膜の表面粗さdroughは、AFMにより各ポイントのZ軸方向の高さから下記の(式2)から算出した。
Figure 2008104453
本発明における多孔性膜は、被処理水の水質や用途に応じた分離性能と透水性能を有するものであり、阻止性能、透水性能や耐汚れ性という分離性能の点からは、多孔質樹脂層を含む多孔性膜であることが好ましい。好ましい多孔性膜は、多孔質基材の表面に、分離機能層として作用とする多孔質樹脂層を有している。多孔質基材は、多孔質樹脂層を支持して分離膜に強度を与える。

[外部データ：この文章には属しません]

func TestImaginaryAxis(t *testing.T) {
	// An undamped ladder with a damped one beside it.
	p := multiply(PolyFromInt64s(1, 0, 3, 0, 1), PolyFromInt64s(2, 0, 1), PolyFromInt64s(-2, 0, 1), PolyFromInt64s(1, 0, 0, 0, 1), PolyFromInt64s(4, 1, 1))
	imaginary := 0
	for _, r := range checkRoots(t, p, 90) {
		if r.Imaginary {
			imaginary++
		}
	}
	if imaginary != 6 {
		t.Errorf("%d roots on the imaginary axis, want 6", imaginary)
	}
	// The order does not change with the precision or with what was asked first.
	q := multiply(PolyFromInt64s(2, 2, 1), PolyFromInt64s(5, 2, 1), PolyFromInt64s(1, 1), PolyFromInt64s(10, 2, 1))
	fine, rough := rootsAt(t, q, 300), rootsAt(t, q, 53)
	for i := range fine {
		if !fine[i].Ball().Overlaps(rough[i].Ball()) {
			t.Errorf("root %d moved", i)
		}
	}
	// Same real part: by the imaginary part's magnitude, pairs together.
	want := []int64{0, -1, 1, -2, 2, -3, 3}
	for i, r := range rough {
		if !r.Im.Contains(big.NewRat(want[i], 1)) {
			t.Errorf("root %d: %v", i, r.Im)
		}
	}
}

// Every random product of small factors is taken apart right.
func TestRandomProducts(t *testing.T) {
	rapid.Check(t, func(t *rapid.T) {
		p := Constant(big.NewRat(rapid.Int64Range(1, 1000).Draw(t, "leading"), 7))
		for range rapid.IntRange(1, 6).Draw(t, "factors") {
			a := rapid.Int64Range(-30, 30).Draw(t, "a")
			b := rapid.Int64Range(-30, 30).Draw(t, "b")
			c := rapid.Int64Range(1, 9).Draw(t, "c")
			f := PolyFromInt64s(a, b, c)
			if rapid.Bool().Draw(t, "linear") {
				f = PolyFromInt64s(a, c)
			}
			p = p.Mul(f.Pow(rapid.IntRange(1, 3).Draw(t, "power")))
		}
		if p.IsZero() || p.Degree() == 0 {
			return
		}
		checkRoots(t, p, uint(rapid.IntRange(50, 300).Draw(t, "prec")))
	})
}

// Products of quadratics and near copies of them: clusters of real roots, of
// pairs and of pairs about the real axis, down to 1e-60 apart.
func TestRandomClusters(t *testing.T) {
	if testing.Short() {
		t.Skip("long arithmetic in one thread: run without -short")
	}
	source := rand.New(rand.NewPCG(21, 5))
	for range 100 {
		p := PolyFromInt64s(1)
		for range 1 + source.IntN(6) {
			a, b := big.NewRat(source.Int64N(2001)-1000, 7), big.NewRat(source.Int64N(2001)-1000, 3)
			off, leading := powerOfTenRat(-source.Int64N(60)), powerOfTenRat(source.Int64N(20)-10)
			f, g := NewPoly(new(big.Rat).Add(a, off), b, leading), NewPoly(a, b, leading)
			switch source.IntN(4) {
			case 0:
				p = p.Mul(f)
			case 1:
				p = p.Mul(f).Mul(g)
			case 2:
				p = p.Mul(NewPoly(a, nil, leading))
			case 3:
				p = p.Mul(f.Pow(1 + source.IntN(2))).Add(Constant(off))
			}
		}
		if p.Degree() >= 1 {
			checkRoots(t, p, 60+uint(source.IntN(100)))
		}
	}
}

func TestRandomCoefficients(t *testing.T) {
	rapid.Check(t, func(t *rapid.T) {
		n := rapid.IntRange(1, 24).Draw(t, "degree")
		c := make([]*big.Rat, n+1)
		for i := range c {
			v := rapid.Int64Range(-1000, 1000).Draw(t, "c")
			c[i] = new(big.Rat).Mul(big.NewRat(v, 1), powerOfTenRat(int64(rapid.IntRange(-12, 12).Draw(t, "e"))))
		}
		p := NewPoly(c...)
		if p.Degree() < 1 {
			return
		}
		checkRoots(t, p, uint(rapid.IntRange(50, 200).Draw(t, "prec")))
	})
}

func TestNetworksOfHighDegree(t *testing.T) {
	checkRoots(t, unequalLadder(10), 100)
	checkRoots(t, unequalLadder(50), 53)
	if testing.Short() {
		t.Skip("degree 400 takes a second: left out with -short")
	}
	for name, p := range map[string]Poly{"ladder of 200": unequalLadder(200), "equal ladder of 200": equalLadder(200)} {
		started := time.Now()
		roots := rootsAt(t, p, 53)
		total := 0
		for _, r := range roots {
			total += r.Multiplicity
			if sign, decided := r.Re.Sign(); !decided || sign >= 0 {
				t.Errorf("%s: root %v of a passive network", name, r.Re)
			}
		}
		if total != 400 {
			t.Errorf("%s: %d roots", name, total)
		}
		t.Logf("%s: %v", name, time.Since(started))
	}
}

// equalLadder is the denominator of a terminated ladder of n equal sections, each
// a series 1/10 + s and a shunt s.
func equalLadder(n int) Poly {
	z, y := PolyFromInts([]*big.Int{big.NewInt(1), big.NewInt(10)}, big.NewInt(10)), PolyFromInt64s(0, 1)
	u, i := PolyFromInt64s(1), PolyFromInt64s(1)
	for range n {
		u = u.Add(z.Mul(i))
		i = i.Add(y.Mul(u))
	}
	return u.Add(i)
}

func TestRootsOfDegenerates(t *testing.T) {
	if _, err := Roots(context.Background(), Poly{}); !errors.Is(err, ErrZeroPolynomial) {
		t.Errorf("zero polynomial: %v", err)
	}
	if roots := rootsAt(t, PolyFromInt64s(5), 53); len(roots) != 0 {
		t.Errorf("constant: %v", roots)
	}
	if roots := rootsAt(t, PolyFromInt64s(0, 0, 0, -5), 53); len(roots) != 1 || roots[0].Multiplicity != 3 || !roots[0].Real || !roots[0].Imaginary {
		t.Errorf("s³: %v", roots)
	}
	ended, cancel := context.WithCancel(context.Background())
	cancel()
	if _, err := Roots(ended, unequalLadder(20)); !errors.Is(err, context.Canceled) {
		t.Errorf("ended context: %v", err)
	}
}

// An ended context is noticed at every stage: the error comes, and what was begun
// can be gone on with.
func TestRootsStopAnywhere(t *testing.T) {
	p := unequalLadder(60)
	for _, wait := range []time.Duration{0, 100 * time.Microsecond, time.Millisecond, 3 * time.Millisecond, 6 * time.Millisecond} {
		ctx, cancel := context.WithTimeout(context.Background(), wait)
		set, err := Roots(ctx, p)
		cancel()
		if err != nil && (!errors.Is(err, context.DeadlineExceeded) || set != nil) {
			t.Errorf("after %v: %v", wait, err)
		}
	}
	set, err := Roots(context.Background(), p)
	if err != nil {
		t.Fatal(err)
	}
	ended, cancel := context.WithCancel(context.Background())
	cancel()
	if _, err := set.AtContext(ended, 200); !errors.Is(err, context.Canceled) {
		t.Errorf("ended context: %v", err)
	}
	roots, err := set.At(200)
	if err != nil || len(roots) != 120 {
		t.Errorf("after a stop: %v, %d roots", err, len(roots))
	}
}

func TestRootSetIsSharedSafely(t *testing.T) {
	set, err := Roots(context.Background(), unequalLadder(8))
	if err != nil {
		t.Fatal(err)
	}
	var all sync.WaitGroup
	for g := range 8 {
		all.Go(func() {
			for _, prec := range []uint{60, 100, 150, 200} {
				roots, err := set.At(prec + uint(g))
				if err != nil || len(roots) != 16 {
					t.Errorf("%v, %d roots", err, len(roots))
				}
			}
		})
	}
	all.Wait()
}

// The evaluator's bound holds against exact evaluation.
func TestEvaluationBound(t *testing.T) {
	source := rand.New(rand.NewPCG(3, 5))
	polys := []Poly{wilkinson(12), unequalLadder(6), chebyshev(9), PolyFromInt64s(3, -1), multiply(linear(powerOfTenRat(40)), linear(powerOfTenRat(-40)), PolyFromInt64s(1, -1, 1))}
	for _, p := range polys {
		p = p.Primitive()
		e := newEvaluator(p)
		var space scratch
		for range 300 {
			words := 1 + source.IntN(3)
			w := 2 + source.IntN(4)
			a := approximation{words: words, x: new(big.Int), y: new(big.Int), k: source.IntN(40) - 20}
			for range words {
				a.x.Or(a.x.Lsh(a.x, 64), new(big.Int).SetUint64(source.Uint64()))
				a.y.Or(a.y.Lsh(a.y, 64), new(big.Int).SetUint64(source.Uint64()))
			}
			a.x.Rsh(a.x, uint(source.IntN(70)))
			a.y.Rsh(a.y, uint(source.IntN(70)))
			if source.IntN(2) == 0 {
				a.x.Neg(a.x)
			}
			if source.IntN(2) == 0 {
				a.y.Neg(a.y)
			}
			if source.IntN(4) == 0 {
				a.y.SetInt64(0)
			}
			a.normalise()
			checkEvaluation(t, p, e, &a, w, &space)
		}
	}
}

func checkEvaluation(t *testing.T, p Poly, e *evaluator, a *approximation, w int, space *scratch) {
	t.Helper()
	unit := a.k - 64*a.words + 1
	x, _ := dyadic(a.x, unit).Rat(nil)
	y, _ := dyadic(a.y, unit).Rat(nil)
	z := a.fixed()
	ev := e.evaluate(z, w, space)
	pr, pi := p.EvalGaussian(x, y)
	dr, di := p.Derivative().Shift(1).EvalGaussian(x, y)
	if z.uneg != z.vneg { // evaluated in the first quadrant
		pi.Neg(pi)
		di.Neg(di)
	}
	m := e.top(z.k+int(math.Floor(z.log)), phaseStep(z.log))
	within := func(name string, re, im []uint64, wantRe, wantIm *big.Rat, bound float64) {
		t.Helper()
		sum := new(big.Rat)
		for i, words := range [][]uint64{re, im} {
			d := twoPower(ev.fraction - m)
			d.Mul(d, []*big.Rat{wantRe, wantIm}[i])
			d.Sub(d, new(big.Rat).SetInt(signedWords(words)))
			sum.Add(sum, d.Mul(d, d))
		}
		units := math.Exp2(bound + float64(ev.fraction))
		if f, _ := sum.Float64(); math.Sqrt(f) > units {
			t.Errorf("%s of degree %d at 2^%d, W = %d: off by %v units, bound %v", name, p.Degree(), a.k, w, math.Sqrt(f), units)
		}
	}
	within("p", ev.pr, ev.pi, pr, pi, ev.logEP)
	within("zp'", ev.dr, ev.di, dr, di, ev.logED)
	// |p| ≤ 2^bound·|zp'|
	if b := bound(&ev); !math.IsInf(b, 1) {
		square := func(re, im *big.Rat) *big.Rat {
			return new(big.Rat).Add(new(big.Rat).Mul(re, re), new(big.Rat).Mul(im, im))
		}
		right := square(dr, di)
		if right.Mul(right, twoPower(int(math.Ceil(2*b)))).Cmp(square(pr, pi)) < 0 {
			t.Errorf("p/zp' is beyond its bound 2^%v", b)
		}
	}
}

func twoPower(e int) *big.Rat {
	r := new(big.Rat).SetInt(new(big.Int).Lsh(big.NewInt(1), uint(max(e, -e))))
	if e < 0 {
		r.Inv(r)
	}
	return r
}

func signedWords(words []uint64) *big.Int {
	n := fromWords(words)
	if int64(words[len(words)-1]) < 0 {
		n.Sub(n, new(big.Int).Lsh(big.NewInt(1), uint(64*len(words))))
	}
	return n
}

func ExampleRoots() {
	p := PolyFromInt64s(6, 5, 1).Mul(PolyFromInt64s(1, 0, 1)).Mul(PolyFromInt64s(0, 1))
	set, err := Roots(context.Background(), p)
	if err != nil {
		fmt.Println(err)
		return
	}
	roots, _ := set.At(64)
	for _, r := range roots {
		re, _ := r.Re.MaxDigits(5)
		im, _ := r.Im.MaxDigits(5)
		fmt.Println(re, im, r.Real, r.Imaginary)
	}
	// Output:
	// -3.0000 0 true false
	// -2.0000 0 true false
	// 0 0 true true
	// 0 -1.0000 false true
	// 0 1.0000 false true
}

本発明で用いられる多孔性膜が、多孔質基材の表面に多孔質樹脂層を有している場合、多孔質基材に多孔質樹脂層が浸透していても、多孔質基材に多孔質樹脂層が浸透していなくてもどちらでも良く、用途に応じて選択される。
多孔質基材の材質としては、有機材料および無機材料等で特に限定されないが、有機繊維が望ましい。好ましい多孔質基材は、セルロース繊維、セルローストリアセテート繊維、ポリエステル繊維、ポリプロピレン繊維およびポリエチレン繊維などの有機繊維を用いてなる織布や不織布であり、なかでも、密度の制御が比較的容易であり、製造も容易で安価な不織布が好ましく用いられる。多孔質基材の平均厚みは、好ましくは50μm以上3000μm以下である。
多孔質樹脂層は、上述のように分離機能層として作用するもので、有機高分子膜を好適に使用することができる。有機高分子膜は、基本的に有機ポリマー材料から構成される分離膜のことであり、例えば、有機繊維の不織布やマクロポア構造多孔質有機基材と当該多孔質有機基材の孔径より小さな孔径を有する多孔質樹脂層が複合化された構造を持つ場合が多い。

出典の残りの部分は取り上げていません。